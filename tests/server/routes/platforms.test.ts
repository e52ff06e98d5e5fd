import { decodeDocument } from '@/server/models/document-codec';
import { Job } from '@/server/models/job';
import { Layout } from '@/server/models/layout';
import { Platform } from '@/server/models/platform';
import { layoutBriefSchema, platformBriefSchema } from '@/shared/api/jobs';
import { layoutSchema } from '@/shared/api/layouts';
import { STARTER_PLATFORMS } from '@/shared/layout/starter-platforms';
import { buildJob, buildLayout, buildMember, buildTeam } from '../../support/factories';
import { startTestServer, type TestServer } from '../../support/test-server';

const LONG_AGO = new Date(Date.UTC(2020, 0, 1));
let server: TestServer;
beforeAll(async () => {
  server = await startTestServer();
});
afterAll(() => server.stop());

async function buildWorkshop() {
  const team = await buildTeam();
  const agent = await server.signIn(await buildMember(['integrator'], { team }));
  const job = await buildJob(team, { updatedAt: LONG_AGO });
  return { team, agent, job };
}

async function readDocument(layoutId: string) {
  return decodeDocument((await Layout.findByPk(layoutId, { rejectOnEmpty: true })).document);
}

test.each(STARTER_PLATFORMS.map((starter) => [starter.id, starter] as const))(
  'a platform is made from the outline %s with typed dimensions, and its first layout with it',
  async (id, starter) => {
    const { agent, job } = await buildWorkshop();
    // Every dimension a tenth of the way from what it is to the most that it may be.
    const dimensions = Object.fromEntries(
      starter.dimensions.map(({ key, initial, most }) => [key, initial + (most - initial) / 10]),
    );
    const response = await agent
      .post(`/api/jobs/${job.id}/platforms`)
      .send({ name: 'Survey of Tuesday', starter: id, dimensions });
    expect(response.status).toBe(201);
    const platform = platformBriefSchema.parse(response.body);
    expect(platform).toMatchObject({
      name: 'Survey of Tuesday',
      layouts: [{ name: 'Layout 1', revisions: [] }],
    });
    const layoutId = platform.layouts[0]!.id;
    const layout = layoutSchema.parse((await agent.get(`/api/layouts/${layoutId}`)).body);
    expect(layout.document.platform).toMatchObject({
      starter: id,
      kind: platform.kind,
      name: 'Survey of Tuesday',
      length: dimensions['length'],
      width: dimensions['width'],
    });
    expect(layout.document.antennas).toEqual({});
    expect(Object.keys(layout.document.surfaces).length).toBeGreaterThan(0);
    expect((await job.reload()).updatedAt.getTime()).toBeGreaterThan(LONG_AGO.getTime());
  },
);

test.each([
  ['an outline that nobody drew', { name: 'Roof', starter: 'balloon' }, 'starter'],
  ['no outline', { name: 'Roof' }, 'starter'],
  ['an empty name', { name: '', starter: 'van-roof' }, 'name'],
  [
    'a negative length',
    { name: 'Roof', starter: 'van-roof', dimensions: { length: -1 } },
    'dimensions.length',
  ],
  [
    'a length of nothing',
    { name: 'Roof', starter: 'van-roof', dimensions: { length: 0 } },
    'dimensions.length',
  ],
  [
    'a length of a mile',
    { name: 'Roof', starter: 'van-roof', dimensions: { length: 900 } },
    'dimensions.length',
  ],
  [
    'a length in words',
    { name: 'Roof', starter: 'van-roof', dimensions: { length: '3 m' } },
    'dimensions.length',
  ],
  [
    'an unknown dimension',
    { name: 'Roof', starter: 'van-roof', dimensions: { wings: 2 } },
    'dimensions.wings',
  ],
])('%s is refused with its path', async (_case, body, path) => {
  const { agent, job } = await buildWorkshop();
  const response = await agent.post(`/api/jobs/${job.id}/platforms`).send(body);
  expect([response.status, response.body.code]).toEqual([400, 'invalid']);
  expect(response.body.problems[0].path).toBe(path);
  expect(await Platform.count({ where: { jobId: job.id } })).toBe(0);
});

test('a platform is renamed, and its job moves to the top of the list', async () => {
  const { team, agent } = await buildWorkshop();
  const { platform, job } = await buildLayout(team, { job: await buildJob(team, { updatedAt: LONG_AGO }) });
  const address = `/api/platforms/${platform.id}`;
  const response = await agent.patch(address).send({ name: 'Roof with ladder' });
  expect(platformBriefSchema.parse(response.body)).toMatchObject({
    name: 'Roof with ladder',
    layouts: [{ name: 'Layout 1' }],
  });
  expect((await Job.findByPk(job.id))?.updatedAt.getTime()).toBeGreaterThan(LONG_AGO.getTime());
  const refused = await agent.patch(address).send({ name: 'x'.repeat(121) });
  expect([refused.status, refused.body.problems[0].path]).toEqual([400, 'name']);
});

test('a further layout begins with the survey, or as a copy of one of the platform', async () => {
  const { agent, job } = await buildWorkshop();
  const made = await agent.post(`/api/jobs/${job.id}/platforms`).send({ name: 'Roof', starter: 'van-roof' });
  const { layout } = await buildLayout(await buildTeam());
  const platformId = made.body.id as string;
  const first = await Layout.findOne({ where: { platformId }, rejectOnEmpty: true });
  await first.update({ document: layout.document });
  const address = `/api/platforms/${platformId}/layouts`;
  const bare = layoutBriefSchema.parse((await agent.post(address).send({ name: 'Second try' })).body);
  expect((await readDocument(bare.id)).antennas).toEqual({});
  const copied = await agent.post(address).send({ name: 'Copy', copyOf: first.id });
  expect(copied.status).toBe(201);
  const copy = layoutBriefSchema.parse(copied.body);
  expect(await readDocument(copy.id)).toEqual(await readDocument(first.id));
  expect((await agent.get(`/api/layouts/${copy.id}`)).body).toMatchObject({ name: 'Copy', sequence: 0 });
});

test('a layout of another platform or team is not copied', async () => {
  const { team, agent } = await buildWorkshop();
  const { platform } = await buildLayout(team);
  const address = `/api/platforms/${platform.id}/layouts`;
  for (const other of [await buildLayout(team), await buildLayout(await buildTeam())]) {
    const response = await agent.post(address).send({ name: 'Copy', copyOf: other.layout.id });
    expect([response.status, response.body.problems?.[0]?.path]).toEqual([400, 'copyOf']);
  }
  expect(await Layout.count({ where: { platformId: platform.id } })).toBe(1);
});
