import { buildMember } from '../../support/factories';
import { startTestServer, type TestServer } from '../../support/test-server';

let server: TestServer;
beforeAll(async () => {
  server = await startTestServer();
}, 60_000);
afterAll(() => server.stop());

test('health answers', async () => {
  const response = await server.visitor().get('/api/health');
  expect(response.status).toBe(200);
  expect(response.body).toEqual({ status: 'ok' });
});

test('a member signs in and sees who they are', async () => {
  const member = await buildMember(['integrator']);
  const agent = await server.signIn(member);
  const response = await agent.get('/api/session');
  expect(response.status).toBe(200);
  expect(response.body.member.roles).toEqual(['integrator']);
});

○ ○ ○

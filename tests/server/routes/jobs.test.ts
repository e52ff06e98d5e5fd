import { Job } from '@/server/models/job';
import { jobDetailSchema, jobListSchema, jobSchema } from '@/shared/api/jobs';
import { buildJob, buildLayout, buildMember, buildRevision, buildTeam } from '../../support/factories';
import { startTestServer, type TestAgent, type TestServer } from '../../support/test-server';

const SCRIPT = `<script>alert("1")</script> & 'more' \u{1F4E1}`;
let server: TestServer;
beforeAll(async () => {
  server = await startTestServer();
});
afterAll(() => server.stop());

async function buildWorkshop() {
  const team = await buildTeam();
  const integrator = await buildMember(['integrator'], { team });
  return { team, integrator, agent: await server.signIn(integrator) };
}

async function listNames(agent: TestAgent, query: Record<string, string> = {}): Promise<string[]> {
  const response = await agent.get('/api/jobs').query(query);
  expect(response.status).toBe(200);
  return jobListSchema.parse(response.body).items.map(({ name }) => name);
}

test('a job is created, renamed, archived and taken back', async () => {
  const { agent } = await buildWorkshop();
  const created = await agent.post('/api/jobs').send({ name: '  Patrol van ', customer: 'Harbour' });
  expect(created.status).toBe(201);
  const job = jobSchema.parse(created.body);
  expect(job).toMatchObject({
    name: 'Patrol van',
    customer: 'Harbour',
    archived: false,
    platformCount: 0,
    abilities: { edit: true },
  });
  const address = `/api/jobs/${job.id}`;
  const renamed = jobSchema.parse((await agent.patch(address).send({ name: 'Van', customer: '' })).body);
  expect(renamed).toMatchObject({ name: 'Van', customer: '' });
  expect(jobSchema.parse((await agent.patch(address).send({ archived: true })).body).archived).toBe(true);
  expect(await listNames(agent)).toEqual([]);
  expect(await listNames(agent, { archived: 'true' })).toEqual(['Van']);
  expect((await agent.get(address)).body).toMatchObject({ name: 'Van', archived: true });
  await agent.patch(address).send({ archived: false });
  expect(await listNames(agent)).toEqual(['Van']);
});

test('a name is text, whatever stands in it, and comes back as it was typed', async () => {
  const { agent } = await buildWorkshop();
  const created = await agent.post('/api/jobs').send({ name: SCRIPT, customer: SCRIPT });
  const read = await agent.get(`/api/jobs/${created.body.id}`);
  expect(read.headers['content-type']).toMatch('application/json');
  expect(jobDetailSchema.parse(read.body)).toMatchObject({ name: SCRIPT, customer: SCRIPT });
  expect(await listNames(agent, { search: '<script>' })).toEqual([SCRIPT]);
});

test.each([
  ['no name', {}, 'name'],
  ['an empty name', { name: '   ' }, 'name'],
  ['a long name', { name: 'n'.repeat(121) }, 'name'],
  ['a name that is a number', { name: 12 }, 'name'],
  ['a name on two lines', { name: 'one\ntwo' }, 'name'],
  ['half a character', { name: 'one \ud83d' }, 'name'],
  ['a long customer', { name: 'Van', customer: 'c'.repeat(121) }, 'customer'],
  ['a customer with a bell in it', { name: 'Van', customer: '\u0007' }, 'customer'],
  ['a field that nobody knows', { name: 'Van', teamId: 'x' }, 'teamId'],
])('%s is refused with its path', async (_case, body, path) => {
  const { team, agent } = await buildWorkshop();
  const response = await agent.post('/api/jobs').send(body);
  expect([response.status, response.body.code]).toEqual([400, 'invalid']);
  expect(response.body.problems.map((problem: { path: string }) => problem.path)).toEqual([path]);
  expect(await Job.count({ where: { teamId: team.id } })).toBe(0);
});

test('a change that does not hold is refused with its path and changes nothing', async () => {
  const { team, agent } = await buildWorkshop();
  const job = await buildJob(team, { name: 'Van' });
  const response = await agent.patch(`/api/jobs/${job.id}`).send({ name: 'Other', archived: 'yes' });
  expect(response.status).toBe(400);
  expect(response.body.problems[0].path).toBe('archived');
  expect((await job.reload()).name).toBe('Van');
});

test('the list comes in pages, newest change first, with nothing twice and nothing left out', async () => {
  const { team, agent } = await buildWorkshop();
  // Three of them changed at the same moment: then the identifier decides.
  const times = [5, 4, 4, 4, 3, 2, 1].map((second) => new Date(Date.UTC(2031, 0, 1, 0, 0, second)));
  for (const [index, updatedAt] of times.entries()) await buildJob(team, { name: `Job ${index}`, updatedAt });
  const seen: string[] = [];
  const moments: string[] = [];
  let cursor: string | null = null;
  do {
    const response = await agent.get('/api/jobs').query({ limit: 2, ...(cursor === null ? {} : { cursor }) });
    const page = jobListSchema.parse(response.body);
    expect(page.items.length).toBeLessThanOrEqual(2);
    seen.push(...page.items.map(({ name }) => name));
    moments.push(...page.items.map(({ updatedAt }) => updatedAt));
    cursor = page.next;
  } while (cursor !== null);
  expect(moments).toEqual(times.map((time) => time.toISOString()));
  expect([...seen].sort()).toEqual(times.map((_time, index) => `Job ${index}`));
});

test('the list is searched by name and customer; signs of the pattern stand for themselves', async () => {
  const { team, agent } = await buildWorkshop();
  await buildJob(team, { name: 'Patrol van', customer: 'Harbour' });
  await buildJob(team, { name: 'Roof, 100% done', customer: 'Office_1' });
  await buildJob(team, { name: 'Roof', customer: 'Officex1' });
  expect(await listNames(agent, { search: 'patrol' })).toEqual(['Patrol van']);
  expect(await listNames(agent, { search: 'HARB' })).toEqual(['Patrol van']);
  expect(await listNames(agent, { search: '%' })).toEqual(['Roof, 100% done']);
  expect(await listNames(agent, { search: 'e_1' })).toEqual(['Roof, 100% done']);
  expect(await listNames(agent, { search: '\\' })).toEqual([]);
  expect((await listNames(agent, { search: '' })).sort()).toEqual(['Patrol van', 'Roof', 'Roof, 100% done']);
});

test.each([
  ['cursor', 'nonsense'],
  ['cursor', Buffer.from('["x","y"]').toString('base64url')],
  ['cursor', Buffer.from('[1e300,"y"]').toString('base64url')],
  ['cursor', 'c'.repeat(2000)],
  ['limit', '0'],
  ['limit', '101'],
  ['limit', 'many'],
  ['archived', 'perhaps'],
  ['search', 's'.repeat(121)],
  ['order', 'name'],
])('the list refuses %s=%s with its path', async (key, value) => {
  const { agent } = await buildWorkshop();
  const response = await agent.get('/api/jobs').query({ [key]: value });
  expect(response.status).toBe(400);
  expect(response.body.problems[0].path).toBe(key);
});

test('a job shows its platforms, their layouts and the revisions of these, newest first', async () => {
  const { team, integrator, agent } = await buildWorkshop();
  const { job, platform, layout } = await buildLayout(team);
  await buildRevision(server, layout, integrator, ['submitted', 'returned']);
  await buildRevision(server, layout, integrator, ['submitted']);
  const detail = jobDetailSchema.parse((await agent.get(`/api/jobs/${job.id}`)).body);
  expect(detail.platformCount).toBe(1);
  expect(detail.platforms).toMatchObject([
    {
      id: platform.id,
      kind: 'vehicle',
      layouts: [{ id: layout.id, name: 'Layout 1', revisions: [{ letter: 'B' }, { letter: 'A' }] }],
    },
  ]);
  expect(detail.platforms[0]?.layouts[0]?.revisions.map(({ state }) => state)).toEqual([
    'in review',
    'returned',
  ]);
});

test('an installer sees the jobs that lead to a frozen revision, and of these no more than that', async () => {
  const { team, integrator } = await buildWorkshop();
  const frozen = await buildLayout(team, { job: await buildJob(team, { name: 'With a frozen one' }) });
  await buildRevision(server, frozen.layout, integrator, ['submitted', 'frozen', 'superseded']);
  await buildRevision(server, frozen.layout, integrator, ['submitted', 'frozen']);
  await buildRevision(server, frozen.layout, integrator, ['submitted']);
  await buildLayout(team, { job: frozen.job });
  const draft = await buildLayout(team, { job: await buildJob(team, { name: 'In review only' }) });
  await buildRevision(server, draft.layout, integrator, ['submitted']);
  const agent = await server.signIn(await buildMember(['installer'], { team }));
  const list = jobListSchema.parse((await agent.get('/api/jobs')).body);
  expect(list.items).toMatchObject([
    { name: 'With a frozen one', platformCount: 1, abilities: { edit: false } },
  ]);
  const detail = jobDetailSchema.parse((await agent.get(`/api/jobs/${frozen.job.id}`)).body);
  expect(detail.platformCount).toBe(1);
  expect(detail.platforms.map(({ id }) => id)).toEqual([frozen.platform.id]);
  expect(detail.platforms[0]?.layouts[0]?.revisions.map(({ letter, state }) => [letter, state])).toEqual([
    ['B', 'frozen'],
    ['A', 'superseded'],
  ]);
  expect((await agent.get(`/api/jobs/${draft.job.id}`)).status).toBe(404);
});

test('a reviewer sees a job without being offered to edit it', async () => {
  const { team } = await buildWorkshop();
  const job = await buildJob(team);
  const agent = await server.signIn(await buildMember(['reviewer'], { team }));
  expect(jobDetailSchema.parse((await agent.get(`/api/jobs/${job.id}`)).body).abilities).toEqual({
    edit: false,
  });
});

○ ○ ○

Task details:
Filter the records above for "customer" and copy every matching line.

Completed task:
  const created = await agent.post('/api/jobs').send({ name: '  Patrol van ', customer: 'Harbour' });
    customer: 'Harbour',
  const renamed = jobSchema.parse((await agent.patch(address).send({ name: 'Van', customer: '' })).body);
  expect(renamed).toMatchObject({ name: 'Van', customer: '' });
  const created = await agent.post('/api/jobs').send({ name: SCRIPT, customer: SCRIPT });
  expect(jobDetailSchema.parse(read.body)).toMatchObject({ name: SCRIPT, customer: SCRIPT });
  ['a long customer', { name: 'Van', customer: 'c'.repeat(121) }, 'customer'],
  ['a customer with a bell in it', { name: 'Van', customer: '\u0007' }, 'customer'],
test('the list is searched by name and customer; signs of the pattern stand for themselves', async () => {
  await buildJob(team, { name: 'Patrol van', customer: 'Harbour' });
  await buildJob(team, { name: 'Roof, 100% done', customer: 'Office_1' });
  await buildJob(team, { name: 'Roof', customer: 'Officex1' });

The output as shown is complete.